SRE Engineer – Assistant Manager – ()
Description
The Role: We are seeking a highly skilled and experienced ELK SRE Engineer to join our dynamic team. In this role, you will be responsible for the design, implementation, maintenance, and optimization of our Elasticsearch, Logstash, and Kibana (ELK) stack, ensuring its reliability, scalability, and performance. You will play a crucial part in providing robust logging, monitoring, and analytics solutions that are critical to our operational insights and incident response.
Responsibilities:
- Finacle Engineer:
- Maintain and troubleshoot issues in the Finacle core banking system.
- Ensure smooth functioning of modules like customer management, deposits, loans, and payments.
- Customize Finacle modules using scripting languages (e.g., Finacle Scripting Language, PL/SQL).
- Develop new features or modify existing ones based on business requirements.
- Maintain detailed documentation of customizations, configurations, and troubleshooting procedures.
- Troubleshoot complex issues related to data ingestion, search performance, and Kibana visualizations.
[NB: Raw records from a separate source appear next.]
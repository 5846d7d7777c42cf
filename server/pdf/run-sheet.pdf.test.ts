import { describe, expect, it } from "vitest";
import { renderRunSheetPdf } from "./run-sheet.pdf";
import { buildRunSheetInput } from "./run-sheet-input.fixture";
import { drawnGlyphIds, extractPageTexts } from "./pdf-test-support";

const text = async (bytes: Uint8Array) => (await extractPageTexts(bytes)).join(" ");

describe("the run sheet", () => {
  it("lists the stops in order with times, addresses, phones, and the boxes by label and seal", async () => {
    const input = buildRunSheetInput(4, 4);
    const all = await text(await renderRunSheetPdf(input));
    expect(all).toContain("RUN SHEET");
    expect(all).toContain("Nightjar Test Couriers");
    let last = -1;
    for (const stop of input.stops) {
      const at = all.indexOf(stop.address);
      expect(at, stop.address).toBeGreaterThan(last);
      last = at;
      expect(all).toContain(stop.phone);
    }
    expect(all).toContain("Load Box 1, seal SEAL-1-1");
    expect(all).toContain("Unload Box 1, seal SEAL-1-1");
    // Planned arrival in the stop's own zone (America/New_York: 13:00 UTC is 08:00 EST).
    expect(all).toContain("Mon, Dec 14, 2026, 08:00 EST");
  });

  it("says each box's contents by scientific name and count, and whether venomous (50 CFR 14.81 [published])", async () => {
    const all = await text(await renderRunSheetPdf(buildRunSheetInput(4, 4)));
    expect(all).toMatch(/Crotalus atrox × \d \(VENOMOUS\)/);
    expect(all).toMatch(/Pantherophis guttatus × \d \(not venomous\)/);
    // Where the catalogue does not say, the sheet says unknown, never "no".
    expect(all).toMatch(/Eublepharis macularius × \d \(venomous: unknown\)/);
  });

  it("names the paperwork by state, says NOT REVIEWED where nobody reviewed a state, and ends with an empty temperature log", async () => {
    const pages = await extractPageTexts(await renderRunSheetPdf(buildRunSheetInput(4, 4)));
    const all = pages.join(" ");
    expect(all).toContain("Paperwork by state on the way");
    expect(all).toMatch(/Arkansas \(AR\) • NOT REVIEWED: Its rules have not been reviewed/);
    expect(all).toContain("Mark each box. (50 CFR 14.81)");
    expect(all).toContain("The reviewed rules ask nothing of these boxes here.");
    expect(all).toContain("planning guidance");
    expect(pages.at(-1)).toContain("Van temperature log");
    expect(pages.at(-1)).toContain("Van °F");
  });

  it("draws every character with a real glyph, over many pages for 40 stops and 120 boxes", async () => {
    const bytes = await renderRunSheetPdf(buildRunSheetInput(40, 120));
    expect((await drawnGlyphIds(bytes)).filter((id) => id === 0)).toEqual([]);
    const pages = await extractPageTexts(bytes);
    expect(pages.length).toBeGreaterThan(3);
    expect(pages.join(" ")).toContain("Page 1 of");
    expect(pages.join(" ").match(/Load Box/g)).toHaveLength(120);
  });
});
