import { PDFDocument, type Color, type PDFPage } from "pdf-lib";
import { embedFonts, fitSize, fitText, safeText, textWidthPt, wrapText, type PdfFonts } from "./fonts";
import { tempRangeParts } from "@shared/units";
import { formatInstant } from "@shared/dates";
import { LABEL_CHECK_WORDS } from "@shared/words";
import { COLORS } from "./layout";
import type { ManifestBox, ManifestInput, PartyBlock } from "./manifest-input";
import { drawQrCode } from "./qr";
import { speciesTotals } from "./species-totals";

/** 4 × 6 in at 72 pt per inch, portrait. */
export const LABEL_SIZE_PT: [number, number] = [288, 432];
const M = 12;
const INNER_W = LABEL_SIZE_PT[0] - 2 * M;
const QR_SIZE_PT = 80;
const ARROW_W = 30;

interface Ctx {
  page: PDFPage;
  fonts: PdfFonts;
}

/**
 * One 4 × 6 in label page per box, in box order: LIVE ANIMALS, THIS SIDE UP with vector arrows,
 * VENOMOUS or NON-VENOMOUS, box n of N, shipper and consignee name and address and the box's
 * contents by scientific name and number (50 CFR 14.81), the safe range in °F and °C, and a QR
 * code for the handoff page.
 */
export async function renderLabelsPdf(input: ManifestInput): Promise<Uint8Array> {
  const doc = await PDFDocument.create();
  doc.setTitle(`Box labels ${input.transferNumber}`);
  doc.setCreator("Hatchway");
  doc.setProducer("Hatchway");
  doc.setCreationDate(new Date(input.generatedAt));
  doc.setModificationDate(new Date(input.generatedAt));
  const fonts = await embedFonts(doc);
  for (const box of input.boxes) {
    drawLabel({ page: doc.addPage(LABEL_SIZE_PT), fonts }, input, box);
  }
  return doc.save();
}

function drawLabel(ctx: Ctx, input: ManifestInput, box: ManifestBox): void {
  let y = LABEL_SIZE_PT[1] - M;
  y = drawOrientation(ctx, y);
  y = drawVenomBand(
    ctx,
    y - 6,
    box.animals.some((a) => a.venomous),
  );
  y = drawBoxLine(ctx, y - 6, input, box);
  y = drawChecks(ctx, y - 2, input);
  y = drawParty(ctx, y - 3, "FROM (SHIPPER)", input.sender, 7);
  y = drawParty(ctx, y - 4, "TO (CONSIGNEE)", input.receiver, 10);
  const bottomTop = M + QR_SIZE_PT + 8;
  drawContents(ctx, y - 4, bottomTop + 4, box);
  drawBottom(ctx, input, box, bottomTop);
}

function line(
  ctx: Ctx,
  text: string,
  x: number,
  y: number,
  sizePt: number,
  bold = false,
  color: Color = COLORS.ink,
): void {
  const font = bold ? ctx.fonts.bold : ctx.fonts.regular;
  ctx.page.drawText(safeText(font, text), { x, y, size: sizePt, font, color });
}

function centred(
  ctx: Ctx,
  text: string,
  centreX: number,
  y: number,
  sizePt: number,
  bold: boolean,
  color: Color = COLORS.ink,
): void {
  const font = bold ? ctx.fonts.bold : ctx.fonts.regular;
  const safe = fitText(font, text, sizePt, INNER_W);
  line(ctx, safe, centreX - textWidthPt(font, safe, sizePt) / 2, y, sizePt, bold, color);
}

/** Two upward arrows over a base bar, the usual "this way up" sign, drawn as vectors. */
function drawUpArrows(page: PDFPage, x: number, topY: number, heightPt: number): void {
  const w = ARROW_W / 2 - 2;
  const head = w * 0.9;
  const shaft = w * 0.36;
  const arrow = (ox: number): string =>
    `M${ox + w / 2} 0L${ox + w} ${head}H${ox + w / 2 + shaft / 2}V${heightPt - 6}H${ox + w / 2 - shaft / 2}V${head}H${ox}Z`;
  const bar = `M0 ${heightPt - 3}H${ARROW_W}V${heightPt}H0Z`;
  page.drawSvgPath(`${arrow(0)}${arrow(ARROW_W - w)}${bar}`, { x, y: topY, color: COLORS.ink });
}

function drawOrientation(ctx: Ctx, topY: number): number {
  const centreX = LABEL_SIZE_PT[0] / 2;
  const textW = INNER_W - 2 * (ARROW_W + 8);
  const size = fitSize(ctx.fonts.bold, "LIVE ANIMALS", 27, 16, textW);
  centred(ctx, "LIVE ANIMALS", centreX, topY - size * 0.78, size, true);
  centred(ctx, "THIS SIDE UP", centreX, topY - size * 0.78 - 22, 15, true, COLORS.green);
  const heightPt = size * 0.78 + 22;
  drawUpArrows(ctx.page, M, topY, heightPt);
  drawUpArrows(ctx.page, LABEL_SIZE_PT[0] - M - ARROW_W, topY, heightPt);
  return topY - heightPt - 4;
}

function drawVenomBand(ctx: Ctx, topY: number, venomous: boolean): number {
  const h = 28;
  const centreX = LABEL_SIZE_PT[0] / 2;
  if (venomous) {
    ctx.page.drawRectangle({ x: M, y: topY - h, width: INNER_W, height: h, color: COLORS.brick });
    centred(ctx, "VENOMOUS", centreX, topY - h + 7.5, 20, true, COLORS.white);
  } else {
    ctx.page.drawRectangle({ x: M, y: topY - h, width: INNER_W, height: h, borderColor: COLORS.ink, borderWidth: 1.2 });
    centred(ctx, "NON-VENOMOUS", centreX, topY - h + 8.5, 15, true);
  }
  return topY - h;
}

function drawBoxLine(ctx: Ctx, topY: number, input: ManifestInput, box: ManifestBox): number {
  const boxText = `BOX ${box.index} of ${input.boxes.length}`;
  line(ctx, boxText, M, topY - 18, 20, true);
  const boxW = textWidthPt(ctx.fonts.bold, boxText, 20);
  const rightW = INNER_W - boxW - 10;
  const transfer = fitText(ctx.fonts.regular, `Transfer ${input.transferNumber}`, 7.5, rightW);
  const label = fitText(ctx.fonts.regular, box.label, 7.5, rightW);
  const rightX = M + INNER_W;
  line(ctx, transfer, rightX - textWidthPt(ctx.fonts.regular, transfer, 7.5), topY - 8, 7.5, false, COLORS.muted);
  line(ctx, label, rightX - textWidthPt(ctx.fonts.regular, label, 7.5), topY - 18, 7.5, false, COLORS.muted);
  ctx.page.drawLine({
    start: { x: M, y: topY - 25 },
    end: { x: M + INNER_W, y: topY - 25 },
    thickness: 0.6,
    color: COLORS.rule,
  });
  return topY - 25;
}

const TONE_INK = { ok: COLORS.green, caution: COLORS.amber, block: COLORS.brick } as const;
const TONE_FILL = { ok: COLORS.greenTint, caution: COLORS.amberTint, block: COLORS.brickTint } as const;

/**
 * The transfer's verdicts as checked when the labels were printed, on one line in the page's
 * words and colours ("Rules: UNVERIFIED · Temperature: DO NOT SHIP"), on a band tinted by the
 * worst of them, with the time of the check.
 */
function drawChecks(ctx: Ctx, topY: number, input: ManifestInput): number {
  const verdicts = input.verdicts;
  const h = 19;
  const worst = verdicts.some((v) => v.tone === "block")
    ? "block"
    : verdicts.some((v) => v.tone === "caution") || verdicts.length === 0
      ? "caution"
      : "ok";
  ctx.page.drawRectangle({
    x: M,
    y: topY - h,
    width: INNER_W,
    height: h,
    color: TONE_FILL[worst],
    borderColor: TONE_INK[worst],
    borderWidth: 1.2,
  });
  if (verdicts.length === 0) {
    line(ctx, "CHECKS NOT MADE: see the transfer page", M + 5, topY - 10, 8, true, COLORS.brick);
    return topY - h;
  }
  let x = M + 5;
  const room = M + INNER_W - 5;
  verdicts.forEach((v, i) => {
    const label = `${i > 0 ? "  ·  " : ""}${LABEL_CHECK_WORDS[v.check]}: `;
    const labelW = textWidthPt(ctx.fonts.regular, label, 7);
    line(ctx, label, x, topY - 10, 7, false, COLORS.ink);
    x += labelW;
    const word = fitText(ctx.fonts.bold, v.short, 8, Math.max(10, room - x));
    line(ctx, word, x, topY - 10, 8, true, TONE_INK[v.tone]);
    x += textWidthPt(ctx.fonts.bold, word, 8);
  });
  const latest = verdicts.reduce((a, b) => (a.checkedAt > b.checkedAt ? a : b));
  const when = `Checked ${formatInstant(latest.checkedAt, latest.tz)}; details on the manifest`;
  line(ctx, fitText(ctx.fonts.regular, when, 6, INNER_W - 10), M + 5, topY - h + 3.5, 6, false, COLORS.muted);
  return topY - h;
}

function drawParty(ctx: Ctx, topY: number, title: string, party: PartyBlock, sizePt: number): number {
  const lineH = sizePt * 1.22;
  let y = topY - 7;
  line(ctx, title, M, y, 6.5, true, COLORS.green);
  y -= 3;
  const rows: [string, boolean][] = [
    [party.organisation, true],
    [party.contactName, false],
    [party.street, false],
    [`${party.city}, ${party.state} ${party.zip}`, false],
    [`24-hour phone: ${party.phone24h}`, false],
  ];
  for (const [text, bold] of rows) {
    const font = bold ? ctx.fonts.bold : ctx.fonts.regular;
    // Addresses are legal marking: wrap onto a second line rather than cut; past that, an
    // ellipsis shows the rest is on the manifest.
    const wrapped = wrapText(font, text, sizePt, INNER_W);
    const parts =
      wrapped.length <= 2 ? wrapped : [wrapped[0] ?? "", fitText(font, wrapped.slice(1).join(" "), sizePt, INNER_W)];
    for (const part of parts) {
      y -= lineH;
      line(ctx, part, M, y + sizePt * 0.22, sizePt, bold);
    }
  }
  return y - 2;
}

/** Single column at 8.5 pt when it fits, else two columns at 7 pt, else the rest is counted. */
function drawContents(ctx: Ctx, topY: number, bottomY: number, box: ManifestBox): void {
  const totals = speciesTotals([box]);
  const room = topY - 10 - bottomY;
  const single = totals.length * 8.5 * 1.2 <= room;
  const sizePt = single ? 8.5 : 7;
  const lineH = sizePt * 1.2;
  const columns = single ? 1 : 2;
  const rows = Math.max(1, Math.floor(room / lineH));
  const capacity = rows * columns;
  const shown = totals.length <= capacity ? totals : totals.slice(0, capacity - 1);
  const title = single ? "CONTENTS (SCIENTIFIC NAME, NUMBER)" : "CONTENTS (SCIENTIFIC NAME, NUMBER; VENOMOUS IN RED)";
  line(ctx, title, M, topY - 7, 6.5, true, COLORS.green);
  const gapPt = 12;
  const colW = (INNER_W - (columns - 1) * gapPt) / columns;
  shown.forEach((t, i) => {
    const x = M + Math.floor(i / rows) * (colW + gapPt);
    const y = topY - 10 - ((i % rows) + 1) * lineH;
    const count = String(t.count);
    const countW = textWidthPt(ctx.fonts.bold, count, sizePt);
    const venom = single && t.venomous ? "VENOMOUS" : "";
    const venomW = venom ? textWidthPt(ctx.fonts.bold, venom, sizePt) + 6 : 0;
    const nameFont = t.venomous ? ctx.fonts.bold : ctx.fonts.regular;
    const name = fitText(nameFont, t.scientificName, sizePt, colW - countW - venomW - 8);
    line(ctx, name, x, y, sizePt, t.venomous, t.venomous ? COLORS.brick : COLORS.ink);
    if (venom) line(ctx, venom, x + colW - countW - venomW, y, sizePt, true, COLORS.brick);
    line(ctx, count, x + colW - countW, y, sizePt, true);
  });
  if (shown.length < totals.length) {
    const rest = totals.slice(shown.length);
    const x = M + (columns - 1) * (colW + gapPt);
    const y = topY - 10 - rows * lineH;
    line(
      ctx,
      fitText(
        ctx.fonts.bold,
        `+ ${rest.length} more species (${rest.reduce((n, t) => n + t.count, 0)}): see manifest`,
        sizePt,
        colW,
      ),
      x,
      y,
      sizePt,
      true,
    );
  }
}

function drawBottom(ctx: Ctx, input: ManifestInput, box: ManifestBox, topY: number): void {
  ctx.page.drawLine({ start: { x: M, y: topY }, end: { x: M + INNER_W, y: topY }, thickness: 0.6, color: COLORS.rule });
  const qrX = M + INNER_W - QR_SIZE_PT + 4;
  drawQrCode(ctx.page, input.handoffUrl, { x: qrX, y: M + 4, sizePt: QR_SIZE_PT });
  const caption = "Scan at handoff";
  line(
    ctx,
    caption,
    qrX + (QR_SIZE_PT - textWidthPt(ctx.fonts.regular, caption, 6.5)) / 2,
    M,
    6.5,
    false,
    COLORS.muted,
  );

  const range = input.temperature?.boxRangesF?.[box.id] ?? input.temperature?.safeRangeF;
  line(ctx, "KEEP BETWEEN", M, topY - 14, 6.5, true, COLORS.green);
  if (range) {
    const { f, c } = tempRangeParts(range.minF, range.maxF);
    line(ctx, f, M, topY - 34, 18, true);
    line(ctx, `(${c})`, M, topY - 47, 10);
  } else {
    line(ctx, "See manifest", M, topY - 32, 12, true);
  }
  const advice = ["Keep out of direct sun.", "Never leave in a parked vehicle.", "Do not open."];
  advice.forEach((text, i) => line(ctx, text, M, topY - 62 - i * 9, 7.5));
}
- Site Reliability Engineering (SRE) Principles:
- Apply SRE principles to the ELK stack, focusing on automation, observability, and continuous improvement.
- Develop and implement monitoring and alerting solutions for the ELK infrastructure and data pipelines.
- Define and track Service Level Objectives (SLOs) and Service Level Indicators (SLIs) for ELK services.
- Conduct post-incident reviews to identify root causes and implement preventative measures.
- Data Ingestion and Pipelines:
- Design, implement, and optimize data ingestion pipelines using Logstash, Beats (File beat, Metric beat, Heartbeat, etc.), Kafka, or other relevant technologies.
- Develop custom Logstash filters and configurations to parse, enrich, and transform log data.
- Ensure data quality, integrity, and security throughout the ingestion process.
- Collaboration & Mentorship:
- Work closely with development, operations, and security teams to understand their logging and monitoring requirements.
- Provide expertise and guidance on best practices for using the ELK stack.
- Create documentation, runbooks, and training materials for ELK users and administrators.
- Mentor junior engineers and contribute to a culture of knowledge sharing.
- Automation:
- Automate ELK deployment, configuration, and operational tasks using tools like Ansible, Terraform, Puppet, or Chef.
- Develop scripts (Python, Go, Bash) to streamline common ELK administration tasks.
Qualifications
Required Qualifications:
- Bachelor’s degree in computer science, Information Technology, or a related field, or equivalent practical experience.
- 5+ years of experience working with and managing large-scale ELK (Elasticsearch, Logstash, Kibana) deployments.
- Strong understanding of Elasticsearch architecture, performance tuning, and scaling strategies.
- Proficiency in configuring Logstash pipelines and Beats for various data sources.
- Experience with Kibana for dashboard creation, visualization, and alerting.
- Solid experience with Linux/Unix operating systems.
- Experience with Azure cloud platforms
- Familiarity with SRE principles and practices, including SLOs, SLIs, and error budgets.
- Strong problem-solving skills and the ability to troubleshoot complex distributed systems.
- Excellent communication and collaboration skills.
- Preferred Qualifications:
- Experience with Kafka or other message queuing systems.
- Knowledge of other monitoring tools (Dynatrace, Datadog).
- Familiarity with security best practices for the ELK stack.
- Certifications related to Elasticsearch or cloud platforms.